As I watched her walk away, her perfectly cut trousers winking at the knee with each stride, the hems lifting to show the polished tip of her heels and the pale leather of her insteps then falling free again, I said to myself, “If I start being very careful, that’ll make one of us, missus. Because you are all over the place. What the hell—what, as Julia would say, the actual fuck—is going on here?”
Twelve
The “Bible” was four fat spiral binders: Care Scotland protocols, NHS guidelines, Best Practice reports from NICE, and Howell Hall house rules, plus leaflet after leaflet tucked into plastic sleeves about everything from alcohol abuse warning signs to dealing with dementia. Between the bleeding obvious that an alien landing from Mars wouldn’t need to be told and the total codswallop that nobody—not even the pen-pusher who wrote it—could explain if their life depended on it, it made for a
long day.
Lars brought me a cup of tea and a huge cupcake halfway through the afternoon. “It’s the anniversary of Hinny’s divorce,” he said. “She always celebrates it.”

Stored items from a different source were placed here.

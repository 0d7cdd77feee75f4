// words.h: how words from cells are compared.
#include "words.h"

#include <gtest/gtest.h>

namespace rankstead {
namespace {

TEST(Folded, makes_case_hyphens_underscores_and_runs_of_spaces_the_same) {
    EXPECT_EQ(folded("Two-Sided"), "two sided");
    EXPECT_EQ(folded("two_sided"), "two sided");
    EXPECT_EQ(folded("  TWO \t sided - "), "two sided");
}

TEST(Folded, leaves_letters_beyond_ascii_alone) {
    EXPECT_EQ(folded("\xC3\x84rzte"), "\xC3\x84rzte");
}

TEST(FoldedLabel, drops_a_parenthesis_and_trailing_colons) {
    EXPECT_EQ(folded_label("Estimate (days):"), "estimate");
    EXPECT_EQ(folded_label("P-value :: "), "p value");
    EXPECT_EQ(folded_label("chance lower:"), "chance lower");
}

TEST(FoldedLabel, is_empty_for_a_mere_parenthesis) {
    EXPECT_EQ(folded_label("(p)"), "");
}

TEST(Split, keeps_empty_parts) {
    EXPECT_EQ(split("a;;b;", ';'), (std::vector<std::string_view>{"a", "", "b", ""}));
    EXPECT_EQ(split("", ';'), (std::vector<std::string_view>{""}));
}

// Well-formed and ill-formed sequences of the Unicode Standard 15.0, table 3-7.
TEST(IsUtf8, accepts_every_well_formed_length) {
    for (const char* words : {"", "plain", "\xC2\x80", "\xDF\xBF", "\xE0\xA0\x80", "\xED\x9F\xBF", "\xEF\xBF\xBD",
                              "\xF0\x90\x80\x80", "\xF4\x8F\xBF\xBF"}) {
        EXPECT_TRUE(is_utf8(words)) << words;
    }
}

TEST(IsUtf8, refuses_overlong_forms_surrogates_and_broken_sequences) {
    for (const char* words : {"\x80", "\xC0\x80", "\xC1\xBF", "\xE0\x9F\xBF", "\xED\xA0\x80", "\xF0\x8F\xBF\xBF",
                              "\xF4\x90\x80\x80", "\xF5\x80\x80\x80", "\xFF", "a\xC3", "\xE2\x82", "\xE2\x28\xA1"}) {
        EXPECT_FALSE(is_utf8(words)) << words;
    }
}

TEST(Listed, joins_with_commas_and_or) {
    EXPECT_EQ(listed({}), "");
    EXPECT_EQ(listed({"a"}), "a");
    EXPECT_EQ(listed({"a", "b"}), "a or b");
    EXPECT_EQ(listed({"a", "b", "c"}), "a, b or c");
}

} // namespace
} // namespace rankstead
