// catalogue.h: settings, as they are read, shown and refused.
#include "catalogue.h"

#include "data.h"
#include "refusal.h"
#include "words.h"

#include <gtest/gtest.h>

namespace rankstead {
namespace {

const StudyRow& study(std::string_view word) {
    return *find_study(word);
}

Block settings_rows_of(std::vector<std::pair<const char*, const char*>> rows) {
    Block block{"settings", {}, rows.size(), 2};
    for (const auto& [name, value] : rows) {
        block.cells.push_back(Cell::of(std::string_view(name)));
        block.cells.push_back(Cell::of(std::string_view(value)));
    }
    return block;
}

template <class Act>
Refusal refusal_of(Act act) {
    try {
        act();
    } catch (const Refusal& refusal) {
        return refusal;
    }
    ADD_FAILURE() << "nothing was refused";
    return {Status::ok, ""};
}

Refusal setting_refusal(std::string_view word, std::string_view settings) {
    return refusal_of([&] { static_cast<void>(test::with(word, settings)); });
}

TEST(Settings, every_row_shows_its_default_and_takes_it_back) {
    const Settings standard;
    for (const SettingRow& row : settings_rows()) {
        EXPECT_EQ(row.show(standard, row), row.standard) << row.word;
        Settings again;
        const StudyRow& fitting = fits(row.fits, study("pairs")) ? study("pairs") : study("groups");
        apply_setting(again, fitting, row.word, row.standard);
        EXPECT_EQ(settings_in_force(again, fitting), settings_in_force(standard, fitting)) << row.word;
    }
}

TEST(Settings, every_listed_word_is_taken_and_shown_again) {
    for (const SettingRow& row : settings_rows()) {
        const auto words = split(row.values, ',');
        if (folded(words.front()) != folded(row.standard) || words.size() < 2) {
            continue; // described, not listed
        }
        for (const std::string_view word : words) {
            Settings settings;
            const StudyRow& fitting = fits(row.fits, study("pairs")) ? study("pairs") : study("groups");
            apply_setting(settings, fitting, row.word, word);
            EXPECT_EQ(folded(row.show(settings, row)), folded(word)) << row.word;
        }
    }
}

TEST(Settings, are_read_from_a_text) {
    const Settings settings = test::with("pairs", " side = Higher ; level=90% ;; margin=-2.5; missing=n/a, ND ;");
    EXPECT_EQ(settings.side, Side::higher);
    EXPECT_EQ(settings.level, (Decimal{9, -1}));
    EXPECT_EQ(settings.margin, (Decimal{-25, -1}));
    EXPECT_EQ(settings.missing, (std::vector<std::string>{"n/a", "ND"}));
}

TEST(Settings, are_read_from_two_columns_which_may_hold_those_of_other_studies) {
    Settings settings;
    apply_settings_block(settings, study("groups"),
                         settings_rows_of({{"level", "0.9"}, {"", ""}, {"zeros", "pratt"}, {"unit", "min"}}));
    EXPECT_EQ(settings.level, (Decimal{9, -1}));
    EXPECT_EQ(settings.unit, "min");
    EXPECT_EQ(settings.zeros, Zeros::drop);
}

TEST(Settings, of_other_studies_are_checked_too) {
    const Refusal refusal = refusal_of([] {
        Settings settings;
        apply_settings_block(settings, study("groups"), settings_rows_of({{"level", "0.9"}, {"zeros", "prat"}}));
    });
    EXPECT_EQ(refusal.status(), Status::bad_setting);
    EXPECT_EQ(refusal.message().rfind("settings, row 2: ", 0), 0U) << refusal.message();
}

TEST(Settings, of_another_study_are_refused_in_a_text) {
    const Refusal refusal = setting_refusal("groups", "zeros=pratt");
    EXPECT_EQ(refusal.status(), Status::unknown_setting);
    EXPECT_NE(refusal.message().find("does not fit groups. Its settings are side, level,"), std::string::npos)
        << refusal.message();
}

TEST(Settings, that_do_not_exist_are_refused_with_the_words_that_do) {
    const Refusal refusal = setting_refusal("pairs", "sied=higher");
    EXPECT_EQ(refusal.status(), Status::unknown_setting);
    EXPECT_NE(refusal.message().find("The settings of pairs are side, level, test, zeros,"), std::string::npos)
        << refusal.message();
}

TEST(Settings, refuse_a_value_with_the_values_that_they_take) {
    const Refusal refusal = setting_refusal("pairs", "side=up");
    EXPECT_EQ(refusal.status(), Status::bad_setting);
    EXPECT_EQ(refusal.message(), "the setting side does not take \"up\". It takes: two-sided, higher, lower.");
}

TEST(Settings, refuse_a_level_outside_0_5_to_0_9999) {
    for (const char* text : {"level=0.4999", "level=1", "level=0.99991", "level=95", "level=0,95", "level=high"}) {
        EXPECT_EQ(setting_refusal("pairs", text).status(), Status::bad_setting) << text;
    }
    EXPECT_EQ(test::with("pairs", "level=0.5").level, (Decimal{5, -1}));
    EXPECT_EQ(test::with("pairs", "level=99.99%").level, (Decimal{9999, -4}));
}

TEST(Settings, given_twice_are_refused) {
    EXPECT_NE(setting_refusal("pairs", "side=higher; Side=lower").message().find("given twice"), std::string::npos);
}

TEST(Settings, without_an_equals_sign_are_refused_with_an_example) {
    EXPECT_NE(setting_refusal("pairs", "higher").message().find("side=higher"), std::string::npos);
}

TEST(Settings, in_a_block_of_three_columns_are_refused) {
    const Block block{"settings", std::vector<Cell>(6), 2, 3};
    const Refusal refusal = refusal_of([&] {
        Settings settings;
        apply_settings_block(settings, study("pairs"), block);
    });
    EXPECT_EQ(refusal.status(), Status::bad_setting);
}

TEST(SettingsInForce, lists_those_of_the_study_only) {
    const std::string groups = settings_in_force({}, study("groups"));
    EXPECT_EQ(groups.rfind("side=two-sided; level=0.95; method=auto; interval=matching; ", 0), 0U) << groups;
    EXPECT_EQ(groups.find("zeros="), std::string::npos) << groups;
    EXPECT_EQ(settings_in_force({}, study("build")), "");
}

} // namespace
} // namespace rankstead
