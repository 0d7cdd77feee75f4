// settings.h: levels as the fractions they are written as.
#include "settings.h"

#include <gtest/gtest.h>

namespace rankstead {
namespace {

__extension__ typedef __int128 Int128Product;

void expect_equal(const Fraction& fraction, std::int64_t numerator, std::int64_t denominator) {
    EXPECT_EQ(static_cast<Int128Product>(fraction.numerator) * denominator,
              static_cast<Int128Product>(numerator) * fraction.denominator)
        << fraction.numerator << "/" << fraction.denominator;
}

TEST(AsFraction, is_exact) {
    expect_equal(as_fraction({5, -2}), 1, 20);
    expect_equal(as_fraction({1, 0}), 1, 1);
    expect_equal(as_fraction({}), 0, 1);
    expect_equal(as_fraction({999999999999999, -15}), 999999999999999, 1000000000000000);
}

TEST(AsFraction, cuts_off_digits_beyond_the_eighteenth_decimal) {
    expect_equal(as_fraction({123456, -20}), 1234, 1000000000000000000);
    expect_equal(as_fraction({5, -300}), 0, 1);
}

TEST(ErrorRate, of_level_0_9_is_one_tenth_exactly) {
    Settings settings;
    settings.level = {9, -1};
    expect_equal(error_rate(settings), 1, 10);
}

TEST(TailRate, is_half_the_error_rate_two_sided) {
    const Settings settings;
    expect_equal(tail_rate(settings), 1, 40);
}

TEST(TailRate, is_all_of_the_error_rate_one_sided) {
    Settings settings;
    settings.side = Side::lower;
    expect_equal(tail_rate(settings), 1, 20);
}

TEST(Settings, stand_at_their_defaults) {
    const Settings settings;
    EXPECT_EQ(settings.side, Side::two_sided);
    EXPECT_EQ(settings.level, Decimal::from_double(0.95));
    EXPECT_EQ(settings.zeros, Zeros::drop);
    EXPECT_EQ(settings.method, Method::automatic);
    EXPECT_EQ(settings.interval, IntervalRule::matching);
    EXPECT_EQ(settings.numbers, NumberTexts::refused);
}

} // namespace
} // namespace rankstead
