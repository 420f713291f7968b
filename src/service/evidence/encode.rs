//! Evidence as it is stored: compact JSON with its digest and totals beside it.

use serde::Serialize;

use crate::model::{AttachmentCell, DegreeCounts, LinkEvents, Snapshot, Transitions};
use crate::service::{Real, sha256_hex};
use crate::store::{
    EndTags, SnapshotSummary, StoredLinkEvents, StoredSnapshot, StoredTransitions, TransitionsSummary, kept_now,
};

/// A snapshot as stored.
pub fn snapshot(snapshot: &Snapshot) -> Result<StoredSnapshot, serde_json::Error> {
    let counts = &snapshot.counts;
    let degree_counts = pairs(counts)?;
    let summary = SnapshotSummary {
        as_of: snapshot.as_of,
        nodes: counts.nodes(),
        link_ends: counts.link_ends(),
        largest_degree: counts.largest(),
        rows: counts.degrees().len() as u64,
        tag: sha256_hex(degree_counts.as_bytes()),
        updated_at: kept_now(),
    };
    Ok(StoredSnapshot { summary, degree_counts })
}

/// A table of transitions as stored, and the tags that snapshots of its dates must have.
pub fn transitions(table: &Transitions) -> Result<(StoredTransitions, EndTags), serde_json::Error> {
    let rows: Vec<_> = table.moves().iter().map(|row| (row.before, row.after, row.nodes)).collect();
    let counts = serde_json::to_string(&rows)?;
    let tag = |counts: DegreeCounts| Ok::<_, serde_json::Error>(sha256_hex(pairs(&counts)?.as_bytes()));
    let before = table.counts_before().map(tag).transpose()?.unwrap_or_default();
    let ends = EndTags { before, after: table.counts_after().map(tag).transpose()? };
    let summary = TransitionsSummary {
        from: table.from(),
        to: table.to(),
        stayed: table.stayed(),
        arrived: table.arrived(),
        departed: table.departed(),
        rows: rows.len() as u64,
        tag: sha256_hex(counts.as_bytes()),
        updated_at: kept_now(),
    };
    Ok((StoredTransitions { summary, counts }, ends))
}

/// Attachment statistics as stored, in the form in which they are given.
pub fn link_events(events: &LinkEvents) -> Result<StoredLinkEvents, serde_json::Error> {
    #[derive(Serialize)]
    struct Statistics {
        ratios: Vec<(Real, Real, u64)>,
        windows: Vec<Window>,
    }
    #[derive(Serialize)]
    struct Window {
        cells: Vec<(u64, u64, u64, Real, Real)>,
    }
    let cell = |cell: &AttachmentCell| {
        (cell.lowest, cell.highest, cell.landings, Real(cell.node_exposure), Real(cell.end_exposure))
    };
    let windows = events.windows().iter().map(|window| Window { cells: window.cells.iter().map(cell).collect() });
    let ratios = events.ratios().iter().map(|class| (Real(class.ratio), Real(class.variance), class.landings));
    let statistics = serde_json::to_string(&Statistics { ratios: ratios.collect(), windows: windows.collect() })?;
    let cells: usize = events.windows().iter().map(|window| window.cells.len()).sum();
    Ok(StoredLinkEvents {
        landings: events.landings(),
        rows: (events.ratios().len() + cells) as u64,
        tag: sha256_hex(statistics.as_bytes()),
        updated_at: kept_now(),
        statistics,
    })
}

/// Digest of degree counts: the same as of a snapshot that has them.
pub fn counts_tag(counts: &DegreeCounts) -> Result<String, serde_json::Error> {
    Ok(sha256_hex(pairs(counts)?.as_bytes()))
}

fn pairs(counts: &DegreeCounts) -> Result<String, serde_json::Error> {
    serde_json::to_string(&counts.iter().collect::<Vec<_>>())
}
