"""Runs every query of docs/counting.md on made-up tables and holds its rows against a count in plain Python.

usage: python3 docs/try_counting.py [--accounts N] [--postgres URL]

SQLite comes with Python; DuckDB (PyPI `duckdb`) is tried where it is installed, PostgreSQL (by psql) where an address is given
(tests/postgres start FOLDER prints one). Ends with 1 when a row differs, or a query says another set of engines than were tried.
"""
import argparse, csv, io, pathlib, random, re, sqlite3, subprocess, sys
from collections import Counter

arguments = argparse.ArgumentParser()
arguments.add_argument("--accounts", type=int, default=3000)
arguments.add_argument("--postgres")
given = arguments.parse_args()

PAGE = pathlib.Path(__file__).with_name("counting.md").read_text()
SECTION = re.compile(r"\A(.+?)\n.*?```sql\n(.*?)```\n\nTried on (.*?)\.\n", re.S)
FOUND = [SECTION.search(section) for section in PAGE.split("\n## ")[1:]]
QUERIES = [(found[1], found[2].strip(), found[3].split(", ")) for found in FOUND if found]

# Heronsgate: accounts come and go from January to June 2026, older ones are linked to more, and some links end.
chance = random.Random(20260601)
day = lambda number: f"2026-{1 + number // 28:02d}-{1 + number % 28:02d} 00:00:00"
DAYS = 168
accounts, links = [], []
for number in range(given.accounts):
    arrived = number * DAYS // given.accounts
    departed = chance.randrange(arrived + 1, 2 * DAYS) if chance.random() < 0.2 else None
    accounts.append((f"a{number}", arrived, departed if departed is not None and departed < DAYS else None))
for number in range(3 * given.accounts):
    source, target = chance.randrange(given.accounts), int(given.accounts * chance.random() ** 3)
    made = max(accounts[source][1], accounts[target][1])
    made = chance.randrange(made, DAYS)
    ended = chance.randrange(made + 1, DAYS + 1) if chance.random() < 0.1 and made + 1 < DAYS else None
    links.append((accounts[source][0], accounts[target][0], made, ended))
    if chance.random() < 0.05:
        links.append(links[-1])

def present(row, at): return row[-2] <= at and (row[-1] is None or row[-1] > at)
def received(at):
    counted = Counter(link[1] for link in links if present(link, at))
    return {account[0]: counted[account[0]] for account in accounts if present(account, at)}
def histogram(degrees): return sorted(Counter(degrees).items())

MAY, JUNE = 4 * 28, 5 * 28
names = [account[0] for account in accounts]
targets = Counter(link[1] for link in links)
both = targets + Counter(link[0] for link in links)
distinct = Counter(target for source, target in {(link[0], link[1]) for link in links})
before, after = received(MAY), received(JUNE)
moves = Counter((before.get(name), after.get(name)) for name in before.keys() | after.keys())
EXPECTED = {
    "Links received": histogram(targets[name] for name in names),
    "Links received, without the join": histogram(targets[name] for name in names),
    "Links received, with no table of nodes": histogram(targets[name] for name in {end for link in links for end in link[:2]}),
    "Links received from distinct sources": histogram(distinct[name] for name in names),
    "Links in total": histogram(both[name] for name in names),
    "As of a date": histogram(after.values()),
    "Transitions between two dates": [(*move, nodes) for move, nodes in moves.items()],
}
assert [title for title, *_ in QUERIES] == list(EXPECTED), "the page's queries are not those that are known here"

dated = lambda rows: [(*row[:-2], day(row[-2]), None if row[-1] is None else day(row[-1])) for row in rows]
TABLES = {"accounts (name TEXT, arrived_at TIMESTAMP, departed_at TIMESTAMP)": dated(accounts),
          "links (source TEXT, target TEXT, made_at TIMESTAMP, ended_at TIMESTAMP)": dated(links)}

def by_python(connection):
    for table, rows in TABLES.items():
        connection.execute(f"CREATE TABLE {table}")
        cell = lambda value: "NULL" if value is None else f"'{value}'"
        lines = ", ".join(f"({', '.join(map(cell, row))})" for row in rows)
        connection.execute(f"INSERT INTO {table.split()[0]} VALUES {lines}")
    return lambda sql: connection.execute(sql).fetchall()

def by_psql(url):
    def ask(sql, rows=None):
        done = subprocess.run(["psql", url, "-qAXv", "ON_ERROR_STOP=1", "--csv", "-t", "-c", sql], input=rows, capture_output=True, text=True)
        if done.returncode: sys.exit(f"psql: {done.stderr}")
        return [tuple(value or None for value in row) for row in csv.reader(io.StringIO(done.stdout))]
    for table, rows in TABLES.items():
        name = table.split()[0]
        ask(f"DROP TABLE IF EXISTS {name}")
        ask(f"CREATE TABLE {table}")
        text = io.StringIO()
        csv.writer(text).writerows(rows)
        ask(f"COPY {name} FROM STDIN (FORMAT csv)", text.getvalue())
    return ask

engines = {"SQLite": (sqlite3.sqlite_version, by_python(sqlite3.connect(":memory:")))}
try:
    import duckdb
    engines["DuckDB"] = (duckdb.__version__, by_python(duckdb.connect()))
except ImportError:
    print("DuckDB is not installed: not tried")
if given.postgres:
    ask = by_psql(given.postgres)
    engines["PostgreSQL"] = (ask("SHOW server_version")[0][0].split()[0], ask)
else:
    print("no address of PostgreSQL is given: not tried")

wrong = 0
print(f"{len(accounts)} accounts, {len(links)} links; " + ", ".join(f"{name} {version}" for name, (version, _) in engines.items()))
whole = lambda rows: Counter(tuple(None if value is None else int(value) for value in row) for row in rows)
for title, sql, tried in QUERIES:
    for name, (_, ask) in sorted(engines.items()):
        found, wanted = whole(ask(sql)), whole(EXPECTED[title])
        same = found == wanted and name in tried
        wrong += not same
        print(f"{title:42} {name:10} {len(wanted):5} rows  {'as counted' if same else 'WRONG'}")
sys.exit(1 if wrong else 0)
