//! Everything that is stored of a network, put together as evidence.

use std::collections::BTreeMap;
use std::fmt::Display;

use jiff::Timestamp;
use serde::Deserialize;
use serde::de::DeserializeOwned;

use crate::model::{
    AttachmentCell, AttachmentWindow, DegreeCounts, EntryDegrees, Evidence, LinkEvents, Move, RatioClass, Snapshot,
    Transitions,
};
use crate::service::ServiceError;
use crate::store::StoredEvidence;

#[derive(Deserialize)]
struct Statistics {
    ratios: Vec<(f64, f64, u64)>,
    windows: Vec<Window>,
}

#[derive(Deserialize)]
struct Window {
    cells: Vec<(u64, u64, u64, f64, f64)>,
}

/// The evidence. A table of transitions tells the degree counts at both its dates: where no snapshot of such a date is
/// stored, the table's counts stand for it.
pub fn evidence(stored: StoredEvidence) -> Result<Evidence, ServiceError> {
    let mut counts = BTreeMap::new();
    for (as_of, text) in &stored.snapshots {
        let pairs: Vec<(u64, u64)> = parsed(text)?;
        counts.insert(*as_of, DegreeCounts::from_pairs(&pairs).map_err(never_written)?);
    }
    let tables =
        stored.transitions.iter().map(|(from, to, text)| table(*from, *to, text)).collect::<Result<Vec<_>, _>>()?;
    for table in &tables {
        for (date, told) in [(table.from(), table.counts_before()), (table.to(), table.counts_after())] {
            if let Some(told) = told {
                counts.entry(date).or_insert(told);
            }
        }
    }
    if counts.is_empty() {
        return Err(ServiceError::NoSnapshot);
    }
    let settings = stored.network.settings;
    let entry = settings.entry_degrees.as_deref().map(entry_degrees).transpose()?;
    let snapshots = counts.into_iter().map(|(as_of, counts)| Snapshot { as_of, counts }).collect();
    // What single writes cannot see, such as too many dates in all, is the caller's to mend.
    let evidence = Evidence::new(settings.degree_kind, snapshots, entry).map_err(unfit)?;
    let evidence = evidence.with_transitions(tables).map_err(unfit)?;
    Ok(match stored.link_events.as_deref().map(link_events).transpose()? {
        Some(events) => evidence.with_link_events(events),
        None => evidence,
    })
}

fn table(from: Timestamp, to: Timestamp, text: &str) -> Result<Transitions, ServiceError> {
    let rows: Vec<(Option<u64>, Option<u64>, u64)> = parsed(text)?;
    let moves: Vec<Move> = rows.into_iter().map(|(before, after, nodes)| Move { before, after, nodes }).collect();
    Transitions::new(from, to, &moves).map_err(never_written)
}

fn entry_degrees(text: &str) -> Result<EntryDegrees, ServiceError> {
    EntryDegrees::from_shares(&parsed::<Vec<(u64, f64)>>(text)?).map_err(never_written)
}

fn link_events(text: &str) -> Result<LinkEvents, ServiceError> {
    let given: Statistics = parsed(text)?;
    let ratio = |(ratio, variance, landings)| RatioClass { ratio, variance, landings };
    let cell = |(lowest, highest, landings, node_exposure, end_exposure)| AttachmentCell {
        lowest,
        highest,
        landings,
        node_exposure,
        end_exposure,
    };
    let window = |window: Window| AttachmentWindow { cells: window.cells.into_iter().map(cell).collect() };
    let windows = given.windows.into_iter().map(window).collect();
    LinkEvents::new(given.ratios.into_iter().map(ratio).collect(), windows).map_err(never_written)
}

fn parsed<T: DeserializeOwned>(text: &str) -> Result<T, ServiceError> {
    serde_json::from_str(text).map_err(|error| ServiceError::Broken(format!("stored evidence cannot be read: {error}")))
}

fn never_written(faults: Vec<impl Display>) -> ServiceError {
    ServiceError::Broken(format!("stored evidence that was never written: {}", in_words(&faults)))
}

fn unfit(faults: Vec<impl Display>) -> ServiceError {
    ServiceError::Impossible(format!("what is stored of the network makes no evidence: {}", in_words(&faults)))
}

fn in_words(faults: &[impl Display]) -> String {
    faults.iter().take(3).map(ToString::to_string).collect::<Vec<_>>().join("; ")
}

“Tell me what’s going on out there in the real world,” I said. “I feel like I’ve been stuck in here for a week.”
“This is for telling Julia to cut her hair, is it?”
I didn’t think so. I was pretty sure this was for whatever rule Dr. Ferris reckoned I’d broken by writing Sylvie on a piece of paper with a square and two lines drawn on it in marker pen. But I didn’t want to say that. Not even to Lars. I wanted to take it home and Google the life out of it first.
So I shrugged. “For one,” I said, “I didn’t tell her to cut her hair. I suggested she get a haircut. And for two, she liked it. She bloody liked it until Fanny-Ice-Arse came, then she started kicking off.”
“What did I tell you?” he said, but everyone had told me so much I had no idea what he meant. I shrugged again. “Watch out for the personality disorders. Julia’s very sick. She’ll manipulate you any way she can. Of course she pretended she hated her hair and made out you’d traumatised her.”
“She was fine,” I said. “When I was doing it, she was absolutely fine.”
“Of course she was,” said Lars. “She had all your attention, all your focus. She’d have loved it.”
“Yeah but—” I began, but managed to stop myself. He was a psychiatric nurse and I’d blagged my way into this job. If he thought it was a sign of illness to want a bit of pampering, I shouldn’t argue.
“And as for what’s going on out in the world,” he said. “There’s another update from the pathologist. We know the body’s not a vagrant because he had about a million pounds worth of dentistry done just before he died. Hadn’t even finished it. He still had a temporary crown in one side.” Lars gave a huge grin, showing off the empty gums where his molars should be.